What you are asked to do:
The lines from the first line of the entries through the line containing "out.append(stop)" are to be repeated exactly, with both of those lines included.
╭─ Given entries
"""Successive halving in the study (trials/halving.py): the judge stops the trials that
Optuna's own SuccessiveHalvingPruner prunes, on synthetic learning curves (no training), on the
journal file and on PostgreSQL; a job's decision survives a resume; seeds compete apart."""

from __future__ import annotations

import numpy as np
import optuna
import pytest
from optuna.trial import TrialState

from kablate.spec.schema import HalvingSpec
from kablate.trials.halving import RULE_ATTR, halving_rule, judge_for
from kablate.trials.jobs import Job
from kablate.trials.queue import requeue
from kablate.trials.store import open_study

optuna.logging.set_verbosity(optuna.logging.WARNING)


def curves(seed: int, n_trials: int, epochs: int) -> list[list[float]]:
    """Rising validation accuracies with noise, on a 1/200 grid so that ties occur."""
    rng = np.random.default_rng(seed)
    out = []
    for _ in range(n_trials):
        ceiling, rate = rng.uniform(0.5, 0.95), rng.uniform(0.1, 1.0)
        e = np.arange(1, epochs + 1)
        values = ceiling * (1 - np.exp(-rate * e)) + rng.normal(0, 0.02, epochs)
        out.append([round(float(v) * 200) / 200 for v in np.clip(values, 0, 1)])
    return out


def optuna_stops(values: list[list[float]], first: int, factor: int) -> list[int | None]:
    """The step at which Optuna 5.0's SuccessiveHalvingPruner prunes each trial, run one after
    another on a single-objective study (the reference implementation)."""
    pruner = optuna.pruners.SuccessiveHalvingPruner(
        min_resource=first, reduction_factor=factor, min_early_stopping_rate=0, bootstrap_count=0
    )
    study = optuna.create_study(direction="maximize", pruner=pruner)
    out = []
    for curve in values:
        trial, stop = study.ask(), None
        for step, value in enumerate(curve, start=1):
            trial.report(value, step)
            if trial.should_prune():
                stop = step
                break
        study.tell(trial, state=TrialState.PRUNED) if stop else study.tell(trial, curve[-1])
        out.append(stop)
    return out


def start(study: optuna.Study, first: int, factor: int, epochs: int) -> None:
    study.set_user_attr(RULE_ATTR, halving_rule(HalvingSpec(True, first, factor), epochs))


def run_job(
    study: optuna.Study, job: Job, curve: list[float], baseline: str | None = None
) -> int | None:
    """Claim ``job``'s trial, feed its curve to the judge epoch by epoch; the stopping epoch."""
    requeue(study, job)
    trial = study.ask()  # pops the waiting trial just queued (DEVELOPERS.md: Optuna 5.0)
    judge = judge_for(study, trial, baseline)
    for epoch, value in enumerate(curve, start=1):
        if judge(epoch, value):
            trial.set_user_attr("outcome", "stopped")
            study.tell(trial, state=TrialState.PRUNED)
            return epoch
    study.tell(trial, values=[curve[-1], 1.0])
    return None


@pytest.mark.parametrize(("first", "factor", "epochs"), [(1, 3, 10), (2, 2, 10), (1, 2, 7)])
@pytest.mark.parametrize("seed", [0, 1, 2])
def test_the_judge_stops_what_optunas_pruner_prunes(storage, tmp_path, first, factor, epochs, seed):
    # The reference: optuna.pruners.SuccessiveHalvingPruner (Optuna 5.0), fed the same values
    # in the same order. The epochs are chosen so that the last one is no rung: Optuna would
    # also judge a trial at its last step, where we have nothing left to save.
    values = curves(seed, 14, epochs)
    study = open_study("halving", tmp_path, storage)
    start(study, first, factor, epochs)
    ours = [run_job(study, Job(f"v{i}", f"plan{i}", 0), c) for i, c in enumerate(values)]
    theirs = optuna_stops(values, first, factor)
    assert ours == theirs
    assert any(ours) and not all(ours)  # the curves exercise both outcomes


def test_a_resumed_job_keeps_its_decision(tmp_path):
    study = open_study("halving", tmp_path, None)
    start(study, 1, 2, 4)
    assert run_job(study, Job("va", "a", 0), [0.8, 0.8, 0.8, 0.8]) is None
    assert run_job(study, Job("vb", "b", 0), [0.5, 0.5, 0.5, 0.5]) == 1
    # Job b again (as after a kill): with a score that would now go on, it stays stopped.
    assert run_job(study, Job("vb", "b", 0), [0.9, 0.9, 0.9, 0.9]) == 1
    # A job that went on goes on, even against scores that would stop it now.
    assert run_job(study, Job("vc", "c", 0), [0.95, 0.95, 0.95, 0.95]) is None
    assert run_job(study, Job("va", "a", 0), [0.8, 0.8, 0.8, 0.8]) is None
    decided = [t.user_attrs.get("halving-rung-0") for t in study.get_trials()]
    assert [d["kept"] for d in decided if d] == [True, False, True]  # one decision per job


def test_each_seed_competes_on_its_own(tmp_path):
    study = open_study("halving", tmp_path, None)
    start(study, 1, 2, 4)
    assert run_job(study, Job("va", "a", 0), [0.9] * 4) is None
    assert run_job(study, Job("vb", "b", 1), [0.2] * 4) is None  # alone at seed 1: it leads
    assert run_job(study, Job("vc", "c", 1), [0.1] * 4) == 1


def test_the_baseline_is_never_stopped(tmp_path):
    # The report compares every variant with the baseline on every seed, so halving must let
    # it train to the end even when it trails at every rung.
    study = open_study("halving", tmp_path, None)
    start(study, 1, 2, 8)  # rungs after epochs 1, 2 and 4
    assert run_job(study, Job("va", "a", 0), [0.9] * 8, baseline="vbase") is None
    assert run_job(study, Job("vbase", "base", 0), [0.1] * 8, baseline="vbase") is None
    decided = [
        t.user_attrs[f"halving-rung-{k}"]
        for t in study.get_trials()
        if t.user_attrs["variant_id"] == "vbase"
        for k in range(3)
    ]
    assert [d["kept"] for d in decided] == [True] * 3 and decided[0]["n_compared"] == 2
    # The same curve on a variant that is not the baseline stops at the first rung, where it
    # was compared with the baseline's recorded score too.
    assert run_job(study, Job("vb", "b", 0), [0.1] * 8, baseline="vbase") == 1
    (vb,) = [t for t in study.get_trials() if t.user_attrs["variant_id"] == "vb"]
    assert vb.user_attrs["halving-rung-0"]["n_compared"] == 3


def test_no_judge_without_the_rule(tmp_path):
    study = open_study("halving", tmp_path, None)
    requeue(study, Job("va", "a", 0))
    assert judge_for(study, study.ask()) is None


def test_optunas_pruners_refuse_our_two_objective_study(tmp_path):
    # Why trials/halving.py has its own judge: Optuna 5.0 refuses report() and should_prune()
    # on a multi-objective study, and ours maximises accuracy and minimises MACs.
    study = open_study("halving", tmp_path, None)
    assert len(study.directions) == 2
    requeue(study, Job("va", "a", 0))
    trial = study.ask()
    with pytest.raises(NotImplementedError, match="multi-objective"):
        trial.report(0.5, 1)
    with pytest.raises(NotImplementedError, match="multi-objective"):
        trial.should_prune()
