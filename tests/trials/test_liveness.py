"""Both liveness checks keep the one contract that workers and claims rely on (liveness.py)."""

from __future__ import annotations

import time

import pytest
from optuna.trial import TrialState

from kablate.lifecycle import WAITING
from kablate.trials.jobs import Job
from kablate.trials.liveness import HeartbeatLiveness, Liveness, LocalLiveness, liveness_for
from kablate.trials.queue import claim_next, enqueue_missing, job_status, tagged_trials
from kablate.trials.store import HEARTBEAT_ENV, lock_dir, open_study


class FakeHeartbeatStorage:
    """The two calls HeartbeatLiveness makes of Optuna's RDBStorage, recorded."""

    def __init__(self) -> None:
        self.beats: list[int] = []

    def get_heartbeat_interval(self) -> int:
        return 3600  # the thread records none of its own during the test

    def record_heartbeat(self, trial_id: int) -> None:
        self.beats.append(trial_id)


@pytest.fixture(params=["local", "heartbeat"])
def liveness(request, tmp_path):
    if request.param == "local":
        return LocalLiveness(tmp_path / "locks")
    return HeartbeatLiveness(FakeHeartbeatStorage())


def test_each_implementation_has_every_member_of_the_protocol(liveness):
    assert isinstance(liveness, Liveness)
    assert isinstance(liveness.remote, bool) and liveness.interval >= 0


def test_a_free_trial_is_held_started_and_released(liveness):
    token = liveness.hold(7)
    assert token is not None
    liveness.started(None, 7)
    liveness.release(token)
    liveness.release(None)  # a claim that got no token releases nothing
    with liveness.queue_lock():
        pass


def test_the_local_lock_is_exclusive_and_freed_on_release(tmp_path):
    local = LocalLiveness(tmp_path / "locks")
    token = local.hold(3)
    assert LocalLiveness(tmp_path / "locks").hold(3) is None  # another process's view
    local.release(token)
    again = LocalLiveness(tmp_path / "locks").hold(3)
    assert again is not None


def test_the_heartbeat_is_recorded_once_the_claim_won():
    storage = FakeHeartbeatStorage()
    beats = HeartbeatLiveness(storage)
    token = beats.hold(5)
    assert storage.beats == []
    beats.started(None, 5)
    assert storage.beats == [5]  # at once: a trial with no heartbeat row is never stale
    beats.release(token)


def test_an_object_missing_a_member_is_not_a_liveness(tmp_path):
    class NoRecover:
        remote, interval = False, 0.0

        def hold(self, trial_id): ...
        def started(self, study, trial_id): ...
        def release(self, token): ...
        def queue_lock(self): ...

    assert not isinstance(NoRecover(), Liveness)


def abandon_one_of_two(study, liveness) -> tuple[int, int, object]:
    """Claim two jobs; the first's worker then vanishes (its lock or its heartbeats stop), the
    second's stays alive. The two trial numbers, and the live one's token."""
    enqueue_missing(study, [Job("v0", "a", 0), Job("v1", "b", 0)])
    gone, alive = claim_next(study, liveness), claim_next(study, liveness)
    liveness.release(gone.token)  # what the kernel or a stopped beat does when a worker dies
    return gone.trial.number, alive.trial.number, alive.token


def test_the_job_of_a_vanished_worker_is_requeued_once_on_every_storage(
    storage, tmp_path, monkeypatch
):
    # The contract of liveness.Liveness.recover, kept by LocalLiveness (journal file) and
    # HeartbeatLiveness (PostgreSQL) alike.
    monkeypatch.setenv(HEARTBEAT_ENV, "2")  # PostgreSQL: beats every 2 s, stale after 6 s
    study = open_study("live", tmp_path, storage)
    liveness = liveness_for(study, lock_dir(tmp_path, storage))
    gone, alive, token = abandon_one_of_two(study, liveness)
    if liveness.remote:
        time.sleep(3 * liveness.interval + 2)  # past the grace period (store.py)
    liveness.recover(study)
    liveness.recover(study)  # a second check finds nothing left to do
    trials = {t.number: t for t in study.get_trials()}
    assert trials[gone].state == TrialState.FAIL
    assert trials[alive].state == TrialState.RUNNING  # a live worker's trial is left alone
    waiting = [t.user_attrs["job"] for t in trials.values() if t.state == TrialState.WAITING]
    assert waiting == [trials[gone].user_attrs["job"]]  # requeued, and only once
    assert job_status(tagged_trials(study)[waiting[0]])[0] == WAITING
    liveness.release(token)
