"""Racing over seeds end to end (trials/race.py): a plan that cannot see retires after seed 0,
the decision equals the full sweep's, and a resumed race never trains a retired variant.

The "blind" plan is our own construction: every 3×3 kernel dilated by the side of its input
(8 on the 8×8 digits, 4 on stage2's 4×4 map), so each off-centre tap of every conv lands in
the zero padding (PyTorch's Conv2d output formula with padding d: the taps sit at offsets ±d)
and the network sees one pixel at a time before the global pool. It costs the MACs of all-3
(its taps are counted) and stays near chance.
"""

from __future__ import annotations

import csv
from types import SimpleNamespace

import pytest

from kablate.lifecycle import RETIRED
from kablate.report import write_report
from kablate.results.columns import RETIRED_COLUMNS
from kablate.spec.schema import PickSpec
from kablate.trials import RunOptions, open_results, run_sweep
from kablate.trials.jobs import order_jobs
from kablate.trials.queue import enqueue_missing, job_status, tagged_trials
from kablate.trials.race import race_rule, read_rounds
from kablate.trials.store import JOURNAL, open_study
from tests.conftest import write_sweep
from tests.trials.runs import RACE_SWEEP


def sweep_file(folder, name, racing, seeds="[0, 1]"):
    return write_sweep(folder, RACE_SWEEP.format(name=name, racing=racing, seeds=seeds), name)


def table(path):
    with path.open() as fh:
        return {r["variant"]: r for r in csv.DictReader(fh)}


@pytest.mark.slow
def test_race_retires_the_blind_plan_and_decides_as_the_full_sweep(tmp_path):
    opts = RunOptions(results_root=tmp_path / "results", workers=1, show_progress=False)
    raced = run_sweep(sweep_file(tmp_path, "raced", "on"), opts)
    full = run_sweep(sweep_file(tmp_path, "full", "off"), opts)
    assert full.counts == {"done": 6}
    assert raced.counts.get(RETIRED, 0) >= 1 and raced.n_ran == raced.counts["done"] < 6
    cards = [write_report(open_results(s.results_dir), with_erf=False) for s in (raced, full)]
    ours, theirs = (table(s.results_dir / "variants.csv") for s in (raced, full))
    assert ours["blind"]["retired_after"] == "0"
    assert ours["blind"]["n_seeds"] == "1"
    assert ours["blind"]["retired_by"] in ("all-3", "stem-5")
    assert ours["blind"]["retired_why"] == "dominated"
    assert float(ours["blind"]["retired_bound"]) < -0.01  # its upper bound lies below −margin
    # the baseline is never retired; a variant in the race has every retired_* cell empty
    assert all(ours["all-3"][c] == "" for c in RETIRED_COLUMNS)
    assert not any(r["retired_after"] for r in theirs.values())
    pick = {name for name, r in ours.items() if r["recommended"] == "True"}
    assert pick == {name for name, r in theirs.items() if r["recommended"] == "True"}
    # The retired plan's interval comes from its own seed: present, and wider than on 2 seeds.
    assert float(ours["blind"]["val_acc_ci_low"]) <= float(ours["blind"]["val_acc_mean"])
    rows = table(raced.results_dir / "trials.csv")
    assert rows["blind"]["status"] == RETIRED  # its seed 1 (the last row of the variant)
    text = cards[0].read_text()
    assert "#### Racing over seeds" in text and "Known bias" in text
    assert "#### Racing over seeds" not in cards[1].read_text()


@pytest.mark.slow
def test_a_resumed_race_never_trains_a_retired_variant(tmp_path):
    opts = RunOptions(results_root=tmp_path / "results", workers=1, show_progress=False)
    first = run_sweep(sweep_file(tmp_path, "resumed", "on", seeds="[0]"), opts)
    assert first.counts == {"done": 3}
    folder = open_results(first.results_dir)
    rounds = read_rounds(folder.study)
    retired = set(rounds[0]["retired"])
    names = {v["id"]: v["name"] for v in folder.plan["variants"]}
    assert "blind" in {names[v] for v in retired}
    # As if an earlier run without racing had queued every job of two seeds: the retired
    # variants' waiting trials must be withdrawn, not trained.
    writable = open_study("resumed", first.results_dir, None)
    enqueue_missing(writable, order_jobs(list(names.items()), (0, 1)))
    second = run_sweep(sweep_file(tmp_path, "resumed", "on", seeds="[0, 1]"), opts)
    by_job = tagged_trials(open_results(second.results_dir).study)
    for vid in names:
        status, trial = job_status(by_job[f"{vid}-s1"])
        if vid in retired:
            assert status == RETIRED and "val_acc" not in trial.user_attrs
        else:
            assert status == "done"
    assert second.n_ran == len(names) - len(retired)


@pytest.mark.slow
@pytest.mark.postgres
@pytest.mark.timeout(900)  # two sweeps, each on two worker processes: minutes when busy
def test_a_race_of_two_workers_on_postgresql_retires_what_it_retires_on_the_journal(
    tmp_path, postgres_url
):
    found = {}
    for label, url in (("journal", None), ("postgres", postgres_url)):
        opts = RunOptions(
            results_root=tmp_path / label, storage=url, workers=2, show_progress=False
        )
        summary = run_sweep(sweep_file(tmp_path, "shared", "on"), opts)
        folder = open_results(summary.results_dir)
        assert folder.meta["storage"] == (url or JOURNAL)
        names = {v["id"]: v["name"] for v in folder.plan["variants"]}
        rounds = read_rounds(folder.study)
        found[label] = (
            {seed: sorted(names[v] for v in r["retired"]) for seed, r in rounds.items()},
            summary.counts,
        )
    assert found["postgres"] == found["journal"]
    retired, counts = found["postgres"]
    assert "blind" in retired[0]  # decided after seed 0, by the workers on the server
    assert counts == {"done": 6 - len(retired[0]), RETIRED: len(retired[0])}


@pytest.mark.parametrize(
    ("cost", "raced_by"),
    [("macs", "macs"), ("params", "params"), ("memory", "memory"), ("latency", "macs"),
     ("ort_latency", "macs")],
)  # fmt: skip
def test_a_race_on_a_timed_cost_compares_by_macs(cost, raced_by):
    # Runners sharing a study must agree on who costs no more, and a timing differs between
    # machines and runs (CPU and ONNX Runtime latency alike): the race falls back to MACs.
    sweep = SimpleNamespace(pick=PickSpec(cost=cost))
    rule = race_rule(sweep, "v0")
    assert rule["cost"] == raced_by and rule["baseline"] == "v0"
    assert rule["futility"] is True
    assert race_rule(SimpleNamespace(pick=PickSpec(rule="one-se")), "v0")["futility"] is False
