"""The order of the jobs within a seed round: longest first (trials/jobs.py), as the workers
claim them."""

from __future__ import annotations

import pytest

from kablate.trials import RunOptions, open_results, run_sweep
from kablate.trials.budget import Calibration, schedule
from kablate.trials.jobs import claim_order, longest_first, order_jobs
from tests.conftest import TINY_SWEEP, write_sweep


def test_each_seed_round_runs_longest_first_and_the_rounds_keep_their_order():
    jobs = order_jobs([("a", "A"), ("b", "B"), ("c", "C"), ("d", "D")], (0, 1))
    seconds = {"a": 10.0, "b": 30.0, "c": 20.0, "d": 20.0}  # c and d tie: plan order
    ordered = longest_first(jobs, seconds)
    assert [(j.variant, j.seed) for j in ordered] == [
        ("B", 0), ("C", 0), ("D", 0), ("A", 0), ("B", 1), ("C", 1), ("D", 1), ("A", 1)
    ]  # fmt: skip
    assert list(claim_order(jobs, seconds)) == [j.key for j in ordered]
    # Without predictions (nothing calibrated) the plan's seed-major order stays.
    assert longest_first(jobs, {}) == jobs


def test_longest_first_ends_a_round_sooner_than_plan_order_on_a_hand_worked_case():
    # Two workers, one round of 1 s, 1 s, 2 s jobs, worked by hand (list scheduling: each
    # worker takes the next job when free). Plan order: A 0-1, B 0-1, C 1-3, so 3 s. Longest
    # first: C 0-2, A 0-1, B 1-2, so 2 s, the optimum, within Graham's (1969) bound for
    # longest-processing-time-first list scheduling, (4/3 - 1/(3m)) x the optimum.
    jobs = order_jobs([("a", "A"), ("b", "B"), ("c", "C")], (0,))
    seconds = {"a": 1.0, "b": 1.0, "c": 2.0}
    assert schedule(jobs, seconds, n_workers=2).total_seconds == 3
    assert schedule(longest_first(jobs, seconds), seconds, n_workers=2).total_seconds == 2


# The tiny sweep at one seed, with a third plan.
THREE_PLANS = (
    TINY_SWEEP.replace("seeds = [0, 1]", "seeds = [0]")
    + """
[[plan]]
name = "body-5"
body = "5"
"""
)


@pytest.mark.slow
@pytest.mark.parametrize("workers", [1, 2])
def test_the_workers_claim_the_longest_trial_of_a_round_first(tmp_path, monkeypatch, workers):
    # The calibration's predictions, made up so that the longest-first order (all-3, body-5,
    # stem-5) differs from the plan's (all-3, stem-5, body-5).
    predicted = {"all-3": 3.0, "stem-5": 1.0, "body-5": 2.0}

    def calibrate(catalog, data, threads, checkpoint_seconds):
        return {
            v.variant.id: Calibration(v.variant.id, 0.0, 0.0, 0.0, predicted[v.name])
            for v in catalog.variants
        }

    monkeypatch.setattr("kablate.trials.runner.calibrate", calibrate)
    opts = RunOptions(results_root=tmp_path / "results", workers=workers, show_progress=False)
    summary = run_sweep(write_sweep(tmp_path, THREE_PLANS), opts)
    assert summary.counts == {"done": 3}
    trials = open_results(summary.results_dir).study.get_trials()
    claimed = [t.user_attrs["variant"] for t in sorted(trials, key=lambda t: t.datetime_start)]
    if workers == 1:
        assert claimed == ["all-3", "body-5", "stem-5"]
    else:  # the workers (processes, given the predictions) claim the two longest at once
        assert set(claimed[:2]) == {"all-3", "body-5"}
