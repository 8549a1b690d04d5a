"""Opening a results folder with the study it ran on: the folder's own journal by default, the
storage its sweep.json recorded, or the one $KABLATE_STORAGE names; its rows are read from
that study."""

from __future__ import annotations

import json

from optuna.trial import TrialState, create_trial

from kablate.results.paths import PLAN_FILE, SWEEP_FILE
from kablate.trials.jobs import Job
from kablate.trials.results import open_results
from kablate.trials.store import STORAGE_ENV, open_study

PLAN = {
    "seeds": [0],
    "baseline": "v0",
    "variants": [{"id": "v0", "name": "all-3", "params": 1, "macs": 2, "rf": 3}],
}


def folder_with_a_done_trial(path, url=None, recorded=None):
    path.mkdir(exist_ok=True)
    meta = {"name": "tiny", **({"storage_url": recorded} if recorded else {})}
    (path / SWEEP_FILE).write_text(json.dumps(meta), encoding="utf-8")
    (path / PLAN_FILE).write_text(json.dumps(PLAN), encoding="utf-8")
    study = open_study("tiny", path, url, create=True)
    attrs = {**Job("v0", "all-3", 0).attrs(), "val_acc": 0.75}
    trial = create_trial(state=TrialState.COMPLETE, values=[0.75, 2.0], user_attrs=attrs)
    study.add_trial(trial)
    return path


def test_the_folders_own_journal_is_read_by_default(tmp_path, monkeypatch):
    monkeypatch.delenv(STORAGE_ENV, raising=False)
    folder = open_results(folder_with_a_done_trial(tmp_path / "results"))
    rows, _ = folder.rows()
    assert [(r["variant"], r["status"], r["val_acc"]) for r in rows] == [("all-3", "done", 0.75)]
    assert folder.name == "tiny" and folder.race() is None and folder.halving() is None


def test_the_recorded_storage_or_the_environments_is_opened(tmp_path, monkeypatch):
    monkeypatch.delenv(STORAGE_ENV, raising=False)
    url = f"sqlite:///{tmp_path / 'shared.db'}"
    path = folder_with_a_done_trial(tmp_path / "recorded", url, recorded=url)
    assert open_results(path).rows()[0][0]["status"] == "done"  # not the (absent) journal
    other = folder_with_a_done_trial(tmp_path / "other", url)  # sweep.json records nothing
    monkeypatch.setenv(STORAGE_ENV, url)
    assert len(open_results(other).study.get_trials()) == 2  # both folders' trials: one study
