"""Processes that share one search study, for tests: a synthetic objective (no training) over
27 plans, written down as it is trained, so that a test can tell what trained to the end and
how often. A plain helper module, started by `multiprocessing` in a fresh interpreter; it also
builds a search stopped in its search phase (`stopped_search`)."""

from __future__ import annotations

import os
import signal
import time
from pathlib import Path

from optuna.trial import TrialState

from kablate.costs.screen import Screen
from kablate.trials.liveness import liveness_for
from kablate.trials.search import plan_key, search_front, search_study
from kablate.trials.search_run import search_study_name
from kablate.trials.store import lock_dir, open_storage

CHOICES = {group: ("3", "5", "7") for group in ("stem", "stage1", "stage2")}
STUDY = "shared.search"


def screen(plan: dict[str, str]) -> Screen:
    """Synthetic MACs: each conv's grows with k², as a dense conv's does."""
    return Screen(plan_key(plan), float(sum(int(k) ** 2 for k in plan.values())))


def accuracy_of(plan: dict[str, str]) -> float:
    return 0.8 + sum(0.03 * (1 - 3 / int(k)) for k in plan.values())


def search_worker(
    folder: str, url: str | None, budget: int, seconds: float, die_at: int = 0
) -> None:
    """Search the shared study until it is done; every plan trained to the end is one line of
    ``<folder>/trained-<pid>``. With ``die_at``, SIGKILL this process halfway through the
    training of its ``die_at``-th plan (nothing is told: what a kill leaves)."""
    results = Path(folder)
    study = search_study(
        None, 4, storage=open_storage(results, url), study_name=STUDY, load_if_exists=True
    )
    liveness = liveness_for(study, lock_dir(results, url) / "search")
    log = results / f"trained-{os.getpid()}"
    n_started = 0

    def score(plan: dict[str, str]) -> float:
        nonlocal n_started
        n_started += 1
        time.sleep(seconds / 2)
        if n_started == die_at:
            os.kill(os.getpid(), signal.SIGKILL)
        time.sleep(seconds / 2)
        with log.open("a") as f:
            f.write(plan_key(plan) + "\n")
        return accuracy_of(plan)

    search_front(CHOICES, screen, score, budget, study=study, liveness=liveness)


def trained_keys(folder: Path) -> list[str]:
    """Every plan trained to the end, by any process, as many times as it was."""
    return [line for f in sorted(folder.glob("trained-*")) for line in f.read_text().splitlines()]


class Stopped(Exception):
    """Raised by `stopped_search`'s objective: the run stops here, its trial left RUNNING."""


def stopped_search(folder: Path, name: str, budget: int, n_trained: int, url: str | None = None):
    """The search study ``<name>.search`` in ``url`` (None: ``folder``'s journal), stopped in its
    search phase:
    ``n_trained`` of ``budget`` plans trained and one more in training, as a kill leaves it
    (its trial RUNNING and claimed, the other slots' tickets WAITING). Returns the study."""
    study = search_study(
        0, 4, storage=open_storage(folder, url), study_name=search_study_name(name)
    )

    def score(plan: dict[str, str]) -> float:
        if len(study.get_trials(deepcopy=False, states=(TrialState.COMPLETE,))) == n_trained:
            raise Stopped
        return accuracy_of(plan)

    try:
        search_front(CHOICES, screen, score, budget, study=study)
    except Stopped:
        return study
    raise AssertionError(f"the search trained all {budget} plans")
╰─
The answer:
"""Successive halving in the study (trials/halving.py): the judge stops the trials that
Optuna's own SuccessiveHalvingPruner prunes, on synthetic learning curves (no training), on the
journal file and on PostgreSQL; a job's decision survives a resume; seeds compete apart."""

from __future__ import annotations

import numpy as np
import optuna
import pytest
from optuna.trial import TrialState

from kablate.spec.schema import HalvingSpec
from kablate.trials.halving import RULE_ATTR, halving_rule, judge_for
from kablate.trials.jobs import Job
from kablate.trials.queue import requeue
from kablate.trials.store import open_study

optuna.logging.set_verbosity(optuna.logging.WARNING)


def curves(seed: int, n_trials: int, epochs: int) -> list[list[float]]:
    """Rising validation accuracies with noise, on a 1/200 grid so that ties occur."""
    rng = np.random.default_rng(seed)
    out = []
    for _ in range(n_trials):
        ceiling, rate = rng.uniform(0.5, 0.95), rng.uniform(0.1, 1.0)
        e = np.arange(1, epochs + 1)
        values = ceiling * (1 - np.exp(-rate * e)) + rng.normal(0, 0.02, epochs)
        out.append([round(float(v) * 200) / 200 for v in np.clip(values, 0, 1)])
    return out


def optuna_stops(values: list[list[float]], first: int, factor: int) -> list[int | None]:
    """The step at which Optuna 5.0's SuccessiveHalvingPruner prunes each trial, run one after
    another on a single-objective study (the reference implementation)."""
    pruner = optuna.pruners.SuccessiveHalvingPruner(
        min_resource=first, reduction_factor=factor, min_early_stopping_rate=0, bootstrap_count=0
    )
    study = optuna.create_study(direction="maximize", pruner=pruner)
    out = []
    for curve in values:
        trial, stop = study.ask(), None
        for step, value in enumerate(curve, start=1):
            trial.report(value, step)
            if trial.should_prune():
                stop = step
                break
        study.tell(trial, state=TrialState.PRUNED) if stop else study.tell(trial, curve[-1])
        out.append(stop)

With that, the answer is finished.